One word, "marketing".  Why would you call JKD "Combat JKD"?  That's straight from the Redundancy Department of Redundancy.  

I would find out what the instructors actual rank and training is with the people he has listed. For example, he lists Paul Vunak's PFS Matrix mixed with kickboxing. Did he take a weekend class with Vunak and is now an instructor (Vunak offers that), or did he learn the whole Vunak methodology from him or one of his long time instructors?

Did he rank with Erik Paulson in his submission wrestling or did he take a seminar and blends it with what he already knew?


----------



## Harald (May 19, 2010)

Yup. Punisher hit the nail on the head. The one word to best describe it really is "marketing." Nothing more than that.
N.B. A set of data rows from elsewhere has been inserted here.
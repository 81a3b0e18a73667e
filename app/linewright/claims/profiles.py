"""Lines seen more than once: core reversals, P Cygni profiles, double peaks.

Each part is a feature with a claim, a sign and a velocity of its own; what they make
together is said in a flag on each and in a sentence. Parts that were measured as one profile
(``measure/complexes.py``) are one line: what no other line explains goes with the rest.
"""

from __future__ import annotations

from dataclasses import replace

import numpy as np

from ..measure.drawn import Peaks, compound_groups, peaks_of
from ..spectra.medium import C_KM_S
from .model import standing_of

LEAST = 0.5  # probability of claims that are looked at together
INSIDE = 0.5  # of the wider part's FWHM: how far off centre a reversal may stand
CORE_REVERSAL, P_CYGNI = "core-reversal", "p-cygni"
INVERSE, DOUBLE_PEAK = "inverse-p-cygni", "double-peak"
NAMES = {
    CORE_REVERSAL: "a core reversal",
    P_CYGNI: "a P Cygni profile",
    INVERSE: "an inverse P Cygni profile",
    DOUBLE_PEAK: "a double peak",
}


def shaped(features, claims):
    """The claims with the shape they are part of added to their flags.

    features: FeatureTable; claims: parallel to it. Only a star's own lines count: clouds and
    air repeat lines too, and their origin says so.
    """
    claims = gathered(features, claims)
    words: dict[int, list[str]] = {}
    for rows in _repeated(features, claims).values():
        for a, b in ((a, b) for i, a in enumerate(rows) for b in rows[i + 1 :]):
            shape = _shape(features, a, b)
            for row in (a, b) if shape else ():
                words.setdefault(row, []).append(shape)
    return tuple(
        replace(c, flags=" ".join(dict.fromkeys([*c.flags.split(), *words[i]])))
        if i in words
        else c
        for i, c in enumerate(claims)
    )


def gathered(features, claims):
    """The claims, parts of one measured profile on the line that explains the surest of them.

    A part that no line explains with LEAST probability gets that line at the surest part's
    probability, times that of no other line having made it.
    """
    out = list(claims)
    for rows in compound_groups(features):
        own = [i for i in rows if out[i].origin == "stellar" and out[i].probability >= LEAST]
        if not own:
            continue
        best = max(own, key=lambda i: (out[i].probability, -i))
        for i in rows:
            if out[i].probability < LEAST:
                out[i] = _joined(out[i], out[best], float(features.wave[i]))
    return tuple(out)


def _joined(claim, best, wave: float):
    """The claim of a part on the line of ``best``; wave: of the part, vacuum Angstrom."""
    line = best.candidates[0]
    p = best.probability * (1.0 - min(max(claim.probability, 0.0), 1.0))
    own = replace(line, velocity=C_KM_S * (wave / line.wave - 1.0), probability=p,
                  offset_sigma=float("nan"), depth_predicted=float("nan"), weights=())
    others = tuple(c for c in claim.candidates if (c.species, c.wave) != (line.species, line.wave))
    rival = next((c.species for c in others if c.species != line.species), "")
    return replace(claim, species=line.species, probability=p, p_line=p, p_unlisted=1.0 - p,
                   standing=standing_of(p), origin=line.origin, candidates=(own, *others),
                   blend=(), runner_up=rival)


def peaks_seen(features, claims) -> dict[int, Peaks]:
    """The two emission peaks of lines that show them, by each row of the line.

    Of a measured profile they are the highest points of its curve, else the two strongest
    features of a double peak themselves.
    """
    found: dict[int, Peaks] = {}
    for rows in compound_groups(features):
        if any(w in claims[i].flags.split() for i in rows for w in (DOUBLE_PEAK, CORE_REVERSAL)):
            peaks = peaks_of(features, rows)
            found |= {int(i): peaks for i in rows if peaks is not None}
    for rows in _repeated(features, claims).values():
        bright = [i for i in rows if DOUBLE_PEAK in claims[i].flags.split() and features.sign[i] < 0]
        if len(bright) > 1 and not any(i in found for i in bright):
            bright = sorted(bright, key=lambda i: -abs(features.depth[i]))[:2]
            pair = _two(features, *sorted(bright, key=lambda i: features.wave[i]))
            found |= dict.fromkeys(bright, pair)
    return found


def _two(features, blue: int, red: int) -> Peaks:
    f = features
    return Peaks(float(f.wave[blue]), float(f.wave_err[blue]), float(f.wave[red]),
                 float(f.wave_err[red]), -float(f.depth[blue]), float(f.depth_err[blue]),
                 -float(f.depth[red]), float(f.depth_err[red]))


def separation(peaks: Peaks) -> tuple[float, float]:
    """Distance of the two peaks and its error, km/s."""
    middle = 0.5 * (peaks.blue + peaks.red)
    return C_KM_S * peaks.apart / middle, C_KM_S * peaks.apart_err / middle


def peak_words(peaks: Peaks) -> str:
    """Distance and heights in one clause."""
    apart, error = separation(peaks)
    return (f"peaks {apart:.1f} ± {error:.1f} km/s apart, V/R {peaks.ratio:.2f} ± "
            f"{peaks.ratio_err:.2f}")


def _repeated(features, claims) -> dict:
    """Rows of claims on one line of the star in one segment, by line."""
    found: dict[tuple, list[int]] = {}
    for i, claim in enumerate(claims):
        if claim.origin == "stellar" and claim.probability >= LEAST:
            key = (claim.species, claim.candidates[0].wave, int(features.segment[i]))
            found.setdefault(key, []).append(i)
    return {key: rows for key, rows in found.items() if len(rows) > 1}


def _shape(features, a: int, b: int) -> str:
    """What two features of one line make; empty for two absorptions (two stars)."""
    if features.sign[a] > 0 and features.sign[b] > 0:
        return ""
    if features.sign[a] < 0 and features.sign[b] < 0:
        return DOUBLE_PEAK
    bright, dark = (a, b) if features.sign[a] < 0 else (b, a)
    apart = features.wave[bright] - features.wave[dark]
    wide = np.nanmax([features.fwhm[bright], features.fwhm[dark], 0.0])
    if abs(apart) <= INSIDE * wide:
        return CORE_REVERSAL
    return P_CYGNI if apart > 0 else INVERSE


def shape_warning(claims) -> tuple[str, ...]:
    """One sentence that names the shapes and the species that show them."""
    found: dict[str, set] = {}
    for claim in claims:
        for word in claim.flags.split():
            if word in NAMES:
                found.setdefault(word, set()).add(claim.species)
    said = [f"{NAMES[word]} in {', '.join(sorted(found[word]))}" for word in NAMES if word in found]
    return (f"lines of the star show {'; '.join(said)}",) if said else ()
And lol @ "straight from the Redundancy Department of Redundancy." Spot on.


----------



## ratman (Jun 16, 2010)

Jonathan said:


> ... what does that mean to you?
> 
> I mean, I know JKD is not a style so much as a concept.  The website of a school I'm considering suggests that it's basically teaching 'fighting tactics'
> 
> ...



I believe the question is if this system is effective for you. I agree that "Combat JKD" is a marketing term but it essentially gives the "seeker" an idea of what the school is about. Really nothing more and nothing less. You will not be learning Jun Fan Jeet Kune Do but Jeet Kune Do Concepts in this school.  It will be a bit of this and a bit of that with the concept of JKD as the core. As we all know, there is great division in the JKD world over which system is better. I personally study Jun Fan JKD but also study military combatives. The key is to be a sponge and soak it all in then disregard what doesn't work well for you and combine principles that are effective for you. A building must have a strong foundation. Make sure your foundation is strong and build on that. I believe this is the essence of the legacy that Bruce Lee wanted to leave.


----------



## ap Oweyn (Jun 16, 2010)

Yeah, it's marketing.  But I agree with Ratman that it also tells you something about the school and those who teach there.  And dismissing it merely as redundant is probably counterproductive.  Marketing is a calculated presentation of something.  And if they're opting to present themselves as "combat something," it tells you who they're trying to appeal to and (by implication) how you'd fit in with other people there.  

Obviously, you're going to want to check it out first hand.  But being marketing and being meaningless are two distinct things.


----------



## punisher73 (Jun 17, 2010)

ap Oweyn said:


> Yeah, it's marketing. But I agree with Ratman that it also tells you something about the school and those who teach there. And dismissing it merely as redundant is probably counterproductive. Marketing is a calculated presentation of something. And if they're opting to present themselves as "combat something," it tells you who they're trying to appeal to and (by implication) how you'd fit in with other people there.
> 
> Obviously, you're going to want to check it out first hand. But being marketing and being meaningless are two distinct things.


 
Calling martial arts "combat something" is akin to what I see in law enforcement where everything is call "tactical".  I even recieved a flier one time for a seminar on "tactical pull-ups".  I just see it overused so much that it has no meaning to me.  Just one of my pet peeves.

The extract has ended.